Cognitive-Hierarchy Guided End-to-End Planning for Autonomous Driving
Zhennan Wang, Jianing Teng, Canqun Xiang, Kangliang Chen, Xing Pan, Lu Deng, Weihao Gu
TL;DR
CogAD addresses the gap between end-to-end autonomous driving and human cognitive processes by introducing a cognitively inspired, hierarchical framework. It combines hierarchical perception (global BEV context followed by instance-level refinement) with hierarchical planning (intent-driven high-level decisions followed by trajectory-level generation), underpinned by dual uncertainty modeling through online trajectory anchors and shared motion mode embeddings. Cross-task instance interactions and BEV adapters fuse scene-wide context with object-level details, enabling diverse yet plausible multi-modal trajectories.
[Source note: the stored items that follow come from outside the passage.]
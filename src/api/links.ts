import { queryOptions, useMutation } from '@tanstack/react-query'
import {
  acceptInvitation,
  finishPasswordLink,
  finishSetup,
  readInvitation,
  readPasswordLink,
  readSetup,
} from '#shared/api/session.ts'
import { call } from './client.ts'
import { keys } from './keys.ts'
import { useBeginSession } from './session.ts'

// One-time links: what they are for, and the act that uses them up. Each act signs the person in.

export const setupQuery = (token: string) =>
  queryOptions({
    queryKey: [...keys.links, 'setup', token],
    queryFn: ({ signal }) => call(readSetup, { params: { token }, signal }),
    staleTime: Number.POSITIVE_INFINITY,
  })

export const invitationQuery = (token: string) =>
  queryOptions({
    queryKey: [...keys.links, 'invitation', token],
    queryFn: ({ signal }) => call(readInvitation, { params: { token }, signal }),
    staleTime: Number.POSITIVE_INFINITY,
  })

export const passwordLinkQuery = (token: string) =>
  queryOptions({
    queryKey: [...keys.links, 'password', token],
    queryFn: ({ signal }) => call(readPasswordLink, { params: { token }, signal }),
    staleTime: Number.POSITIVE_INFINITY,
  })

export function useFinishSetup(token: string) {
  const begin = useBeginSession()
  return useMutation({
    mutationFn: (body: { name: string; email: string; password: string }) =>
      call(finishSetup, { params: { token }, body }),
    onSuccess: begin,
  })
}

export function useAcceptInvitation(token: string) {
  const begin = useBeginSession()
  return useMutation({
    mutationFn: (body: { name?: string; password: string }) => call(acceptInvitation, { params: { token }, body }),
    onSuccess: begin,
  })
}

export function useFinishPasswordLink(token: string) {
  const begin = useBeginSession()
  return useMutation({
    mutationFn: (body: { password: string }) => call(finishPasswordLink, { params: { token }, body }),
    onSuccess: begin,
  })
}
Empirically, CogAD achieves state-of-the-art results on nuScenes and Bench2Drive, with strong generalization to long-tail and complex real-world scenarios, while maintaining efficiency and not relying on ego state or history inputs.
Abstract
While end-to-end autonomous driving has advanced significantly, prevailing methods remain fundamentally misaligned with human cognitive principles in both perception and planning. In this paper, we propose CogAD, a novel end-to-end autonomous driving model that emulates the hierarchical cognition mechanisms of human drivers. CogAD implements dual hierarchical mechanisms: global-to-local context processing for human-like perception and intent-conditioned multi-mode trajectory generation for cognitively-inspired planning. The proposed method demonstrates three principal advantages: comprehensive environmental understanding through hierarchical perception, robust planning exploration enabled by multi-level planning, and diverse yet reasonable multi-modal trajectory generation facilitated by dual-level uncertainty modeling. Extensive experiments on nuScenes and Bench2Drive demonstrate that CogAD achieves state-of-the-art performance in end-to-end planning, exhibiting particular superiority in long-tail scenarios and robust generalization to complex real-world driving conditions.